In my opinion, one of the neatest features of having the CLR hosted by Yukon is that we can use managed code to bridge out to the non-database world. So we can take non-database data and present it as though it were a result set - even up to the point where we can issue selects and joins against this non database data source.
Another cool feature is that in Yukon we can now hook triggers on to DDL as well as DML constructs (so things like CREATE TABLE and CREATE USER as well as INSERT and DELETE can fire triggers). Yet another neat thing is that we can create triggers in managed code. When we glue these three new features together we get the ability to provide quite powerful auditing functionality - imagine having the ability to create an Event Log record every time a new user was added to a database.
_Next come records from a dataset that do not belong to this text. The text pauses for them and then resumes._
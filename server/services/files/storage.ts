import { createHash, randomBytes } from 'node:crypto'
import { constants as fsConstants, createReadStream, type ReadStream } from 'node:fs'
import fs from 'node:fs/promises'
import path from 'node:path'
import { AppError } from '../../errors'

/**
 * Content-addressed blob storage for uploaded files and finished Excel exports. A blob is named by
 * the SHA-256 of its bytes, so the same content uploaded twice is stored once and a stored blob
 * never changes (originals are kept unchanged with their checksum: docs/records.md §4).
 * Only expired export workbooks are ever removed (excel-export.ts, never one a `files` row names).
 *
 * Only this interface is used by the services. `LocalDiskStorage` keeps blobs under
 * `${DATA_DIR}/uploads/ab/cd/<sha256>`; `S3Storage` (storage-s3.ts) keeps them in an
 * S3-compatible bucket under `${S3_PREFIX}ab/cd/<sha256>`. `FILE_STORAGE` chooses one in
 * `createFileStorage`. Both refuse a "hash" that is not 64 lower-case hex digits before touching
 * anything, and `tests/server/files/storage-s3.test.ts` holds both to the same contract.
 */
export interface FileStorage {
  /** Store bytes; answers their hash and whether they were new. */
  put(data: Buffer): Promise<{ sha256: string; sizeBytes: number; isNew: boolean }>
  /** A stream of the stored bytes (throws when absent). */
  get(sha256: string): Promise<NodeJS.ReadableStream>
  /** The stored bytes in memory (for previews of small files). */
  read(sha256: string): Promise<Buffer>
  has(sha256: string): Promise<boolean>
  /**
   * Delete a blob (nothing happens when it is absent). Blobs are shared by identical content: the
   * caller must know that nothing else refers to it (a `files` row, an export job).
   */
  remove(sha256: string): Promise<void>
  /** Throws when nothing can be stored right now (read-only, full); for /api/health. */
  checkWritable?(): Promise<void>
}

const FULL = new Set(['ENOSPC', 'EDQUOT', 'EFBIG'])
const READ_ONLY = new Set(['EROFS', 'EACCES', 'EPERM'])

/**
 * A write that failed because of the storage itself, as the error to answer: 507 when it is full,
 * 503 when it is read-only or not writable; anything else is passed on unchanged.
 */
export function storageFailure(err: unknown): Error {
  const code = (err as NodeJS.ErrnoException | undefined)?.code ?? ''
  if (FULL.has(code))
    return new AppError(
      507,
      'storage_full',
      'The file storage is full, so nothing can be saved there right now. Ask an administrator to free space; nothing was stored.',
    )
  if (READ_ONLY.has(code))
    return new AppError(
      503,
      'storage_read_only',
      'The file storage cannot be written (it is read-only or not writable), so nothing can be saved there right now. Ask an administrator; nothing was stored.',
    )
  return err as Error
}

const SHA = /^[0-9a-f]{64}$/

export function sha256Of(data: Buffer): string {
  return createHash('sha256').update(data).digest('hex')
}

/**
 * The hash itself when it is 64 lower-case hex digits; throws otherwise (never make a key or path from anything else).
 */
export function checkedSha256(sha256: string): string {
  if (typeof sha256 !== 'string' || !SHA.test(sha256)) throw new Error(`not a sha256: ${String(sha256).slice(0, 80)}`)
  return sha256
}

/** The error `get` and `read` throw for a blob that is not stored (code ENOENT, as from the disk). */
export function blobMissing(sha256: string, where: string): Error {
  return Object.assign(new Error(`no stored blob ${sha256} in ${where}`), { code: 'ENOENT' })
}

export class LocalDiskStorage implements FileStorage {
  constructor(readonly root: string) {}

  /** The only place a path is made, and only from a checked hex hash (never from a user's name). */
  private pathOf(sha256: string): string {
    checkedSha256(sha256)
    return path.join(this.root, sha256.slice(0, 2), sha256.slice(2, 4), sha256)
  }

  async put(data: Buffer) {
    const sha256 = sha256Of(data)
    const target = this.pathOf(sha256)
    if (await this.has(sha256)) return { sha256, sizeBytes: data.length, isNew: false }
    // Write beside the target, then rename: readers never see a half-written blob. A write that
    // fails (disk full, read-only) leaves no partial .tmp file behind.
    const tmp = `${target}.${randomBytes(6).toString('hex')}.tmp`
    try {
      await fs.mkdir(path.dirname(target), { recursive: true })
      await fs.writeFile(tmp, data, { mode: 0o640 })
      await fs.rename(tmp, target)
    } catch (err) {
      await fs.rm(tmp, { force: true }).catch(() => {})
      throw storageFailure(await this.why(err))
    }
    return { sha256, sizeBytes: data.length, isNew: true }
  }

  /** A recursive mkdir on a read-only file system fails with ENOENT: ask the root itself why. */
  private async why(err: unknown): Promise<unknown> {
    const code = (err as NodeJS.ErrnoException).code ?? ''
    if (FULL.has(code) || READ_ONLY.has(code)) return err
    try {
      await fs.access(this.root, fsConstants.W_OK)
    } catch (e) {
      if (READ_ONLY.has((e as NodeJS.ErrnoException).code ?? '')) return e
    }
    return err
  }

  async checkWritable(): Promise<void> {
    await fs.mkdir(this.root, { recursive: true })
    const probe = path.join(this.root, `.health-${randomBytes(6).toString('hex')}.tmp`)
    try {
      await fs.writeFile(probe, 'ok')
    } finally {
      await fs.rm(probe, { force: true }).catch(() => {})
    }
  }

  async get(sha256: string): Promise<ReadStream> {
    const p = this.pathOf(sha256)
    await fs.access(p)
    return createReadStream(p)
  }

  async read(sha256: string): Promise<Buffer> {
    return fs.readFile(this.pathOf(sha256))
  }

  async has(sha256: string): Promise<boolean> {
    const p = this.pathOf(sha256)
    try {
      await fs.access(p)
      return true
    } catch (err) {
      const code = (err as NodeJS.ErrnoException).code
      if (code === 'ENOENT' || code === 'ENOTDIR') return false
      throw err
    }
  }

  async remove(sha256: string): Promise<void> {
    await fs.rm(this.pathOf(sha256), { force: true })
  }
}
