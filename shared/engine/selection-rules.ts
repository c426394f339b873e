/**
 * Rules 4–7 of the physics contract (shared/ENGINE.md): allowed projections m of the N-th
 * harmonic, their mirror parity, emission along the normal and allowed multipoles. Lab frame;
 * m is the projection on +z; mirror azimuths in degrees.
 */
import type { Parity } from './mirror-parity'

/** All sums m_1 + … + m_N with every m_i from `projections` (ascending, distinct). */
export function sumProjections(projections: readonly number[], order: number): number[] {
  let sums = new Set<number>([0])
  for (let i = 0; i < order; i++) {
    const next = new Set<number>()
    for (const s of sums) for (const m of projections) next.add(s + m)
    sums = next
  }
  return [...sums].sort((a, b) => a - b)
}

/** Inputs of rule 4. */
export interface AllowedMInput {
  pumpProjections: readonly number[]
  order: number
  /** Cylindrical content Q of the lab-frame tensor. */
  q: readonly number[]
  /** n of the structure; 0 = ∞ (no k·n term). */
  rotationOrder: number
  /** Only |m| ≤ window is listed. */
  window: number
}

/**
 * Rule 4: m = m_1 + … + m_N + q + k·n (k ∈ Z; no k term for n = ∞), limited to |m| ≤ window,
 * ascending.
 */
export function findAllowedHarmonics(input: AllowedMInput): number[] {
  const { order, q, rotationOrder: n, window } = input
  const allowed = new Set<number>()
  for (const s of sumProjections(input.pumpProjections, order))
    for (const dq of q) {
      const base = s + dq
      if (n === 0) {
        if (Math.abs(base) <= window) allowed.add(base)
        continue
      }
      const start = base - n * Math.floor((base + window) / n)
      for (let m = start; m <= window; m += n) if (m >= -window) allowed.add(m)
    }
  return [...allowed].sort((a, b) => a - b)
}

/** Rule 5: parity of the harmonic = tensor parity × (pump parity)^N, 0 unless both are defined. */
export function harmonicParity(tensorParity: Parity, pumpParity: Parity, order: number): Parity {
  if (tensorParity === 0 || pumpParity === 0) return 0
  return (tensorParity * pumpParity ** order) as Parity
}

/** Zeroth-order emission along the normal (rule 6). */
export interface NormalEmission {
  allowed: boolean
  /** The allowed projections among {−1, +1}. */
  m: number[]
  /** For a circular pump: 'co-rotating' (same sign as the pump m) or 'counter-rotating', per entry of m. */
  handedness?: ('co-rotating' | 'counter-rotating')[]
}

/** Rule 6: normal emission iff ±1 is allowed; with a circular pump of projection `pumpM`, name the relation. */
export function findNormalEmission(allowedM: readonly number[], pumpM?: 1 | -1): NormalEmission {
  const m = [-1, 1].filter((x) => allowedM.includes(x))
  const out: NormalEmission = { allowed: m.length > 0, m }
  if (pumpM !== undefined && m.length > 0) out.handedness = m.map((x) => (x === pumpM ? 'co-rotating' : 'counter-rotating'))
  return out
}

/** A radiating multipole: electric (E) or magnetic (M), order l ≥ 1, projection m. */
export interface Multipole {
  type: 'E' | 'M'
  l: number
  m: number
}

/**
 * Rule 7: (type, l, m) is allowed iff |m| ≤ l and m is allowed. At m = 0 an electric multipole
 * is even and a magnetic one odd under every vertical mirror, so each parity sign that applies
 * keeps only the matching type (conflicting signs forbid m = 0). For m ≠ 0 each type has one even
 * and one odd combination, so both remain.
 * @param paritySigns signs of the parity rules that apply (rule 5), one per mirror.
 */
export function findAllowedMultipoles(allowedM: readonly number[], paritySigns: readonly (1 | -1)[], lmax: number): Multipole[] {
  const hasEven = paritySigns.includes(1)
  const hasOdd = paritySigns.includes(-1)
  const out: Multipole[] = []
  for (let l = 1; l <= lmax; l++)
    for (const m of allowedM) {
      if (Math.abs(m) > l) continue
      if (m !== 0 || !hasOdd) out.push({ type: 'E', l, m })
      if (m !== 0 || !hasEven) out.push({ type: 'M', l, m })
    }
  return out
}
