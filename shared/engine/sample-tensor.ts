/**
 * The χ(N) tensor of one sample in the lab frame, with its cylindrical content and mirror parities,
 * cached per (point group, cut, azimuth, order, surface, permutation symmetry) in one bounded
 * cache. Inside the engine the cached record is shared (frozen, its typed arrays only read); the
 * public {@link prepareSampleTensor} answers a copy. Bulk: the solved
 * crystal form rotated by the cut. Surface: the isotropic-interface (∞m) form, already in the lab
 * frame (z = normal), which replaces the bulk tensor.
 */
import type { Mat3, Vec3 } from './linalg'
import type { PointGroup } from './point-groups'
import type { TensorForm } from './tensor-forms'
import type { PermutationSymmetry } from './tensor-space'
import type { CylindricalContent } from './cylindrical-content'
import type { Parity } from './mirror-parity'
import { getPointGroup } from './point-groups'
import { cachedTensorForm } from './tensor-forms'
import { labFrame, rotateToSample } from './cut-rotation'
import { computeCylindricalContent } from './cylindrical-content'
import { computeMirrorParity } from './mirror-parity'
import { normalizeMirror } from './structure'
import { explainSample, formatSymmetricSet } from './explain'
import { BoundedCache } from './bounded-cache'

/** What identifies a sample tensor. Vectors in the crystal Cartesian frame, azimuth in degrees. */
export interface SampleTensorInput {
  pointGroup: string
  normal: Vec3
  reference: Vec3
  azimuthDeg?: number
  order: number
  surface?: boolean
  symmetry?: PermutationSymmetry
}

/** A lab-frame tensor subspace with its derived content (see module doc). */
export interface SampleTensor {
  readonly key: string
  readonly group: PointGroup
  /** The solved form used (crystal form, or the ∞m form when `isSurface`). */
  readonly form: TensorForm
  readonly isSurface: boolean
  readonly frame: Mat3
  readonly rank: number
  /** Lab-frame basis tensors of the allowed subspace. */
  readonly tensors: readonly Float64Array[]
  readonly content: Readonly<CylindricalContent>
}

/**
 * A cached sample with what the channel path derives from it alone: Q as text, the sample's
 * derivation steps (made on first use) and its parities per mirror line (at most
 * {@link MAX_PARITIES}). Never handed out of the engine.
 */
export interface SampleEntry {
  readonly sample: SampleTensor
  /** Q as `q.join(',')`, part of cache keys of the channel path. */
  readonly qKey: string
  readonly qText: string
  notes?: readonly string[]
  readonly parities: BoundedCache<number, Parity>
}

const MAX_SAMPLES = 10_000
const MAX_PARITIES = 256
const samples = new BoundedCache<string, SampleEntry>(MAX_SAMPLES)

/** Cache key of a sample tensor. */
export function sampleTensorKey(input: SampleTensorInput): string {
  return `${input.pointGroup}|${vectorKey(input.normal)}|${vectorKey(input.reference)}|${input.azimuthDeg ?? 0}|${input.order}|${input.surface ? 1 : 0}|${input.symmetry ?? 'intrinsic'}`
}

/** `v.join(',')`, formed without the array call for the usual three numbers. */
function vectorKey(v: Vec3): string {
  return v.length === 3 && typeof v[0] === 'number' && typeof v[1] === 'number' && typeof v[2] === 'number'
    ? `${v[0]},${v[1]},${v[2]}`
    : v.join(',')
}

/** The cached entry of a sample (engine-internal). Throws EngineError for bad group, order or vectors. */
export function sampleEntry(input: SampleTensorInput): SampleEntry {
  const key = sampleTensorKey(input)
  return samples.get(key) ?? samples.set(key, makeEntry(key, input))
}

function makeEntry(key: string, input: SampleTensorInput): SampleEntry {
  const group = getPointGroup(input.pointGroup, 'crystal.pointGroup')
  const frame = labFrame({ normal: input.normal, reference: input.reference, azimuthDeg: input.azimuthDeg })
  const symmetry = input.symmetry ?? 'intrinsic'
  const isSurface = input.surface === true
  const form = cachedTensorForm(isSurface ? '∞m' : group.symbol, input.order, { symmetry })
  const tensors = isSurface ? form.tensors : Object.freeze(form.tensors.map((t) => rotateToSample(t, form.rank, frame)))
  const c = computeCylindricalContent(tensors, form.rank)
  const content = Object.freeze({
    q: Object.freeze(c.q),
    weights: Object.freeze(c.weights.map((w) => Object.freeze(w))),
  }) as Readonly<CylindricalContent>
  const sample: SampleTensor = Object.freeze({
    key,
    group,
    form,
    isSurface,
    frame: Object.freeze(frame.slice()),
    rank: form.rank,
    tensors,
    content,
  })
  return {
    sample,
    qKey: content.q.join(','),
    qText: content.q.length ? formatSymmetricSet(content.q) : '',
    parities: new BoundedCache(MAX_PARITIES),
  }
}

/** The lab-frame χ(N) of a sample, the caller's own copy. Throws EngineError for bad group, order or vectors. */
export function prepareSampleTensor(input: SampleTensorInput): SampleTensor {
  const s = sampleEntry(input).sample
  return {
    ...s,
    form: {
      ...s.form,
      space: { ...s.form.space, parameterOf: s.form.space.parameterOf.slice() },
      tensors: s.form.tensors.map((t) => t.slice()),
    },
    tensors: s.tensors.map((t) => t.slice()),
  }
}

/** The derivation steps that depend only on the sample, made once per cached sample. */
export function sampleNotes(
  entry: SampleEntry,
  cut: { normal: Vec3; reference: Vec3; azimuthDeg: number },
): readonly string[] {
  return (entry.notes ??= Object.freeze(explainSample(entry.sample, cut)))
}

/** Parity of the sample tensor under the vertical mirror at ψ degrees (lab frame). */
export function sampleParity(sample: SampleTensor, psiDeg: number): Parity {
  return computeMirrorParity(sample.tensors, sample.rank, normalizeMirror(psiDeg))
}

/** {@link sampleParity} of a cached sample for an azimuth already reduced by `normalizeMirror`, kept with the entry. */
export function entryParity(entry: SampleEntry, psi: number): Parity {
  const hit = entry.parities.get(psi)
  return hit !== undefined
    ? hit
    : entry.parities.set(psi, computeMirrorParity(entry.sample.tensors, entry.sample.rank, psi))
}

/** Empty the sample-tensor cache (benchmarks measure cold evaluations with it). */
export function clearSampleTensorCache(): void {
  samples.clear()
}
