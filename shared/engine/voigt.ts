/**
 * Contracted (Voigt) notation of rank-3 tensors symmetric in their last two indices, as used for
 * the SHG d-matrix: d_il with l = 1 xx, 2 yy, 3 zz, 4 yz, 5 xz, 6 xy; i = 1 x, 2 y, 3 z.
 * Convention: d_ijk = χ(2)_ijk / 2 and d_il = d_ijk with NO factors of 2 (unlike the
 * piezoelectric d-matrix, whose shear entries carry factors of 2, e.g. d16 = −2 d22 in class 3m).
 * Frame: whatever frame the tensor is expressed in (standard setting for solved forms).
 */
import type { TensorForm } from './tensor-forms'
import { flatIndex } from './tensor-space'
import { EngineError } from './errors'

const PAIR_LABELS = ['xx', 'yy', 'zz', 'yz', 'xz', 'xy']
const AXES = 'xyz'

/** Voigt name (`d14`) of output axis i (0..2) and contracted pair l (0..5). */
export function voigtName(i: number, l: number): string {
  return `d${i + 1}${l + 1}`
}

/** Numeric 3×6 d-matrix of a rank-3 flat tensor (entries d_il = T_{i,jk}). */
export function toVoigt(t: Float64Array): number[][] {
  if (t.length !== 27)
    throw new EngineError({
      code: 'UNSUPPORTED',
      field: 'tensor',
      value: t.length,
      message: 'Voigt notation needs a rank-3 tensor (27 components)',
    })
  return [0, 1, 2].map((i) => PAIR_LABELS.map((p) => t[flatIndex(AXES[i] + p)]))
}

/** One d-matrix entry as a linear combination of the independent parameters (named by their pivot entry). */
export type SymbolicEntry = readonly { parameter: string; coefficient: number }[]

/** Symbolic 3×6 d-matrix of a solved χ(2) form: each entry is Σ coefficient × parameter. */
export function formDMatrix(form: TensorForm): SymbolicEntry[][] {
  if (form.rank !== 3)
    throw new EngineError({
      code: 'UNSUPPORTED',
      field: 'order',
      value: form.order,
      allowed: [2],
      message: 'a d-matrix exists only for χ(2)',
    })
  const names = form.pivots.map((p) => pivotName(form, p))
  return [0, 1, 2].map((i) =>
    PAIR_LABELS.map((pair) => {
      const p = form.space.parameterOf[flatIndex(AXES[i] + pair)]
      return form.basis.flatMap((v, b) => (v[p] !== 0 ? [{ parameter: names[b], coefficient: v[p] }] : []))
    }),
  )
}

function pivotName(form: TensorForm, p: number): string {
  const label = form.space.labels[p]
  const pair = [label[1], label[2]].sort().join('')
  const l = PAIR_LABELS.findIndex((q) => [...q].sort().join('') === pair)
  return voigtName(AXES.indexOf(label[0]), l)
}

function formatCoefficient(c: number, first: boolean): string {
  if (c === 1) return first ? '' : ''
  if (c === -1) return '−'
  return `${Number(c.toFixed(6))}·`
}

/**
 * The equalities of a solved d-matrix printed the way handbooks print them, one string per
 * independent parameter, e.g. `d14 = d25 = d36` (class -43m) or `d16 = d21 = −d22` (class 3m).
 * Entries depending on several parameters are printed as `d_x = a·d_p + b·d_q`.
 */
export function describeDMatrixEqualities(form: TensorForm): string[] {
  const matrix = formDMatrix(form)
  const single = new Map<string, string[]>()
  const mixed: string[] = []
  matrix.forEach((row, i) =>
    row.forEach((entry, l) => {
      if (entry.length === 0) return
      const name = voigtName(i, l)
      if (entry.length === 1) {
        const { parameter, coefficient } = entry[0]
        const list = single.get(parameter) ?? []
        if (name !== parameter) list.push(`${formatCoefficient(1 / coefficient, false)}${name}`)
        single.set(parameter, list)
      } else {
        mixed.push(
          `${name} = ${entry.map((e, k) => `${k > 0 ? (e.coefficient < 0 ? ' − ' : ' + ') : e.coefficient < 0 ? '−' : ''}${formatCoefficient(Math.abs(e.coefficient), true)}${e.parameter}`).join('')}`,
        )
      }
    }),
  )
  const lines = [...single.entries()].map(([p, others]) => [p, ...others].join(' = '))
  return [...lines, ...mixed]
}

/** Number of non-zero entries of the 3×6 d-matrix of a solved χ(2) form. */
export function countNonZeroVoigt(form: TensorForm): number {
  return formDMatrix(form)
    .flat()
    .filter((e) => e.length > 0).length
}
Now one issue with this is how do we know what happened when a DDL trigger fires - after all we won't get any entries in the INSERTED and DELETED tables. So somehow the database engine needs to deliver the trigger reason (or context) to the trigger. It does this by making the data accessible in the form of an XML document. Here's an example of what the data would look like for a CREATE USER statement:
<?xml version="1.0" encoding="utf-16"?>
<EVENT_INSTANCE>
<PostTime>2004-03-09T20:04:47.450</PostTime>
<SPID>53</SPID>
<EventType>CREATE_USER</EventType>
<Database>YukonTest</Database>
<Object>bert</Object>
<ObjectType>USER</ObjectType>
<TSQLCommand>
<SetOptions ANSI_NULLS="ON"
ANSI_NULL_DEFAULT="ON"
ANSI_PADDING="ON"
QUOTED_IDENTIFIER="ON"
ENCRYPTED="FALSE" />
<CommandText>create user bert</CommandText>
</TSQLCommand>
</EVENT_INSTANCE>
So the data we would be interested in is in this XML document. Specifically in this example I'll extract the new user name from the Object element and the database name from the Database element.
Here;s the C# code:
public static void AddUser ()
{
SqlTriggerContext ctx = SqlContext.GetTriggerContext();
if (ctx.TriggerAction == TriggerAction.CreateUser)
{
string s = new string(ctx.EventData.Value);
StringReader r = new StringReader(s);
XmlReader reader = new XmlTextReader(r);
XmlDocument doc = new XmlDocument();
doc.Load(reader);
reader.Dispose();
XmlNode node = doc.SelectSingleNode("//EVENT_INSTANCE/Database/text()");
string database = node.Value;
node = doc.SelectSingleNode("//EVENT_INSTANCE/Object/text()");
string user = node.Value;
EventLog evt = new EventLog("Application", ".", "DBAudit");
evt.WriteEntry(string.Format("User {0} created in database {1}",
user, database));
}
}
So first of all I get hold of the details about why this trigger has fired in the form of a SqlTriggerContext. I then extract the XML from the EventData property which is of SqlChars type). Using XPath I get the user name and database, then add an entry to the event log.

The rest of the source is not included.